“Therefore everyone who hears these words of mine and puts them into practice is like a wise man who built his house on the rock. The rain came down, the streams rose, and the winds blew and beat against that house; yet it did not fall, because it had its foundation on the rock. But everyone who hears these words of mine and does not put them into practice is like a foolish man who built his house on sand. The rain came down, the streams rose, and the winds blew and beat against that house, and it fell with a great crash.” (Matthew 7:24–27)
More straight talk from Jesus. He is winding up His message known as The Sermon on the Mount. His words have penetrated the hearts of His listeners as no message ever had. And now He is nailing it with a metaphor using two kinds of houses, one built on sand and the other on rock. The houses experience identical circumstances: heavy rains, rising water, and heavy winds. The house built on the sand collapsed with a great crash. The house built on the rock stood. Jesus brings home the point. Like the houses, listeners fall into two groups. Those who listen to Jesus’ words and put them into practice are like the house built on the rock.
Those who hear the message but don’t put the words into practice are like the house built on sand. Like that house, they won’t stand when times get tough.
Jesus’ teaching about these two houses contains truth that certainly applies to marriage and family. Let’s take a closer look.
By way of background, let’s examine the state of marriage in this country. The institution of marriage in the United States has been weakening over the past several decades. Approximately 50 percent of all marriages wind up in divorce. The failure rate for second marriages is even higher, coming in at about 67 percent. Nearly three-quarters of all third marriages fail.
Divorce rates for military couples generally match those of the rest of American society. We do know that since 9/11 the huge numbers of married soldiers deploying has resulted in a noticeable spike in divorce within the military. Despite focused attention by military leaders, efforts have not achieved the desired outcomes. In matters relating to marriage and family, brave warriors and their families seem to succumb to the same issues that plague the rest of American society.
Statistics fail to tell the whole story. What about the quality of life that exists within marriages and families that do survive? Are couples happily married and raising healthy families, or are husbands and wives simply holding on for dear life in an effort to get the children raised? Marriage is challenging, and so is raising a family. It has always been this way. I encourage you, however, to set your goals much higher than mere survival and to believe that you can succeed in both areas far beyond your present level. God says you can! More than that, He is ready to help you. Enough background. Let’s get to the present. I need to ask you some very direct questions. Are you ready?
1. With marriages and families crumbling all around you, do you believe your situation can be different?
2. Do you believe that God can help you have a stronger marriage and family?

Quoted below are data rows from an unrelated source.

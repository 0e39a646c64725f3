import { Injectable, computed, inject, resource, signal } from '@angular/core';
import { Subject } from 'rxjs';
import { complaintsOf, readBy } from '#shared/problems/complaints-of';
import type { RateCard } from '#shared/rate-cards/rate-card';
import { rateCardSchema } from '#shared/rate-cards/rate-card-schema';
import { rateCardName, type RateCardSummary } from '#shared/rate-cards/rate-card-summary-schema';
import type { WholeRateCard } from '#shared/rate-cards/rate-cards-endpoints';
import { cardDifferences } from '#shared/rate-cards/card-differences';
import type { CardSide } from '#shared/rate-cards/merged-values';
import type { CellPath } from '#shared/rate-cards/tables/cell-path';
import { Words } from '../../core/formats/words';
import { NOW } from '../../core/now';
import { Session } from '../../core/session/session';
import { withCell } from '../cells/with-cell';
import { RateCardCalls, type CardEntries } from '../rate-card-calls';
import { mergedEntries, type MergedEntries } from './merged-entries';
import { Remarks, pathKey, type Remark, type Unread } from './remarks';
import { UndoSteps } from './undo-steps';

/** The card that is open: what is kept of it, and what was entered over that. */
interface OpenCard {
  readonly summary: RateCardSummary;
  readonly kept: CardEntries;
  readonly entered: CardEntries;
}

const nothingUnread: ReadonlyMap<string, Unread> = new Map();

/** The rate card whose pages are open; a draft is edited here, and `CardSaving` sends what was entered. */
@Injectable()
export class CardStore {
  private readonly calls = inject(RateCardCalls);
  private readonly session = inject(Session);
  private readonly words = inject(Words);
  private readonly now = inject(NOW);
  private readonly cardId = signal<string | undefined>(undefined);
  private readonly card = signal<OpenCard | undefined>(undefined);
  private readonly unread = signal(nothingUnread);
  private readonly refused = signal<readonly Remark[]>([]);
  private readonly edits = new Subject<void>();
  private readonly steps = new UndoSteps<CardEntries>();
  private readonly fetched = resource({
    params: () => this.cardId(),
    loader: ({ params, abortSignal }) => this.fetch(params, abortSignal),
  });

  readonly summary = computed(() => this.card()?.summary);
  readonly entered = computed(() => this.card()?.entered);
  readonly content = computed(() => this.card()?.entered.content);
  /** What the draft was copied from, to show what differs; nothing for a card that is no draft. */
  readonly model = computed(() => (this.fetched.hasValue() ? this.fetched.value() : undefined));
  readonly problem = computed(() => this.fetched.error()?.message ?? '');
  readonly isEditable = computed(() => this.summary()?.state === 'draft' && this.session.may('owner'));
  readonly remarks = computed(() => new Remarks(this.complaints(), this.unread()));
  readonly isDirty = computed(() => this.card()?.entered !== this.card()?.kept || this.unread().size > 0);
  readonly canUndo = this.steps.canUndo;
  readonly canRedo = this.steps.canRedo;
  /** Tells that something was entered. */
  readonly edited = this.edits.asObservable();

  private readonly complaints = computed<readonly Remark[]>(() => {
    const entered = this.entered();
    if (!entered || !this.isEditable()) return [];
    const [name, content] = [readBy(rateCardName, entered.name), readBy(rateCardSchema, entered.content)];
    const ofName = name.success ? [] : complaintsOf(name.error).map((one) => ({ ...one, path: ['name'] }));
    const ofContent = content.success ? [] : complaintsOf(content.error);
    const told = [...ofName, ...ofContent].map(({ path, code, values }) => ({
      path,
      message: this.words.say(code, values),
    }));
    return [...told, ...this.refused()];
  });

  open(cardId: string): void {
    if (this.cardId() === cardId) return;
    this.card.set(undefined);
    this.cardId.set(cardId);
  }

  reload(): void {
    this.fetched.reload();
  }

  /** Shows a card as it is kept, and forgets whatever was entered. */
  put({ content, ...summary }: WholeRateCard): void {
    const kept = { name: summary.name, content };
    this.card.set({ summary, kept, entered: kept });
    this.unread.set(nothingUnread);
    this.refused.set([]);
    this.steps.forget();
  }

  /** What both sides make of the draft since it was last kept here, and the lines that are to be chosen. */
  mergedWith(theirs: CardEntries, sideOf: (key: string) => CardSide = () => 'mine'): MergedEntries | undefined {
    const card = this.card();
    return card && mergedEntries({ base: card.kept, mine: card.entered, theirs }, sideOf);
  }

  /** What somebody else kept meanwhile is under what is entered here from now on, and under every step that can be undone. */
  rebase({ content, ...summary }: WholeRateCard, sideOf?: (key: string) => CardSide): void {
    const card = this.card();
    const theirs = { name: summary.name, content };
    const merged = this.mergedWith(theirs, sideOf);
    if (!card || !merged) return;
    this.steps.rebase((mine) => mergedEntries({ base: card.kept, mine, theirs }, () => 'mine').entries);
    const differences = cardDifferences(content, merged.entries.content);
    const isTheirs = differences.length === 0 && merged.entries.name === theirs.name;
    this.card.set({ summary, kept: theirs, entered: isTheirs ? theirs : merged.entries });
  }

  /** The card stands otherwise than before: kept, dated, taken back. */
  tell(summary: RateCardSummary, kept?: CardEntries): void {
    this.card.update((card) => card && { ...card, summary, kept: kept ?? card.kept });
  }

  /** Takes entries over as one step that can be undone; steps of one key that follow closely become one. */
  enter(after: CardEntries, key = ''): void {
    const before = this.entered();
    if (!before || !this.isEditable() || after === before) return;
    this.steps.record({ before, after, at: this.now().getTime(), key });
    this.lay(after);
  }

  enterContent(content: RateCard, key = ''): void {
    const entered = this.entered();
    if (entered) this.enter({ ...entered, content }, key);
  }

  /** Puts a value into a cell, with what follows from it. */
  enterCell(path: CellPath, value: unknown): void {
    const content = this.content();
    this.settle(path);
    if (content) this.enterContent(withCell(content, path, value), pathKey(path));
  }

  /** Leaves a text standing that could not be read. */
  leaveUnread(path: CellPath, unread: Unread): void {
    this.unread.update((all) => new Map(all).set(pathKey(path), unread));
    this.edits.next();
  }

  /** Rows change places, so texts that could not be read have none any more. */
  settle(path: CellPath): void {
    const key = pathKey(path);
    const isElsewhere = (one: string) => one !== key && !one.startsWith(`${key}.`);
    this.unread.update((all) => new Map([...all].filter(([one]) => isElsewhere(one))));
  }

  /** What the server would not keep, until something is entered. */
  refuse(remarks: readonly Remark[]): void {
    this.refused.set(remarks);
  }

  undo(): void {
    this.back(this.steps.undo());
  }

  redo(): void {
    this.back(this.steps.redo());
  }

  private back(entries: CardEntries | undefined): void {
    if (!entries) return;
    this.unread.set(nothingUnread);
    this.lay(entries);
  }

  private lay(entered: CardEntries): void {
    this.refused.set([]);
    this.card.update((card) => card && { ...card, entered });
    this.edits.next();
  }

  private async fetch(cardId: string, signal: AbortSignal): Promise<RateCard | undefined> {
    const card = await this.calls.read(cardId, signal);
    const base = card.state === 'draft' ? card.basedOnId : null;
    const model = base === null ? undefined : (await this.calls.read(base, signal)).content;
    this.put(card);
    return model;
  }
}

3. Is a stronger marriage and family something you genuinely desire?
4. Are you willing to take the necessary steps to strengthen your marriage and family?
Let me tell you what we believe regarding marriage and family. Bottom line up front: marriages and families who put their trust in Christ and make a sincere effort to apply biblical truth in their lives are like the house built on the rock. Though the rains will come, the waters will rise, and the winds will blow, these marriages and these families will stand. They will not only survive, but will actually thrive. Does this apply to second and third marriages? Yes. Will this work for single parents? Yes. Can this work in blended families? Yes. Are you getting the point? God wants marriages to last and families to stay together. That’s His plan.
Fortunately, He provides the resources to back up His plan. It starts with a relationship with Jesus Christ. It progresses as couples and family members, empowered by the Holy Spirit, follow the principles set forth in Scripture. Back to the house built on sand. There are no guarantees for marriages and families who merely hear God’s words but do not put them into practice. Granted, there are some marriages built on sand that may last, but we don’t recommend going that route. Even the best human wisdom and effort, without God’s enabling power, is hit-and-miss. It’s risky, it’s uncertain, it’s unwise.
Let me close with a personal testimony. Judy and I have been married for 37 years. These years haven’t always been easy ones, but we have chosen to center our relationship on Jesus Christ and His Word. The Lord has sustained us in amazing ways through the years and has blessed us with four wonderful children who have chosen to follow Christ. We’re privileged as well to be grandparents of six beautiful grandkids.
In our testimony, we must also make mention of the hundreds, if not thousands, of Christian marriages and families we have known and observed as part of the military. They have trusted God and tried to follow His Word to the best of their ability. In turn, the Lord has responded by helping them to experience strong marriages and resilient families even through the toughest of challenges. These marriages and families constitute a great cloud of witnesses to the fact that our God supports and honors those who honor Him.
If you are not there already, you can join and be part of this great cloud of witnesses who can testify to love and power of Jesus Christ in all areas of life, but especially in marriages and families.
So keep reading, keep working, and keep praying. You are warriors whose marriages and families will stand as living witness to the greatness of our God.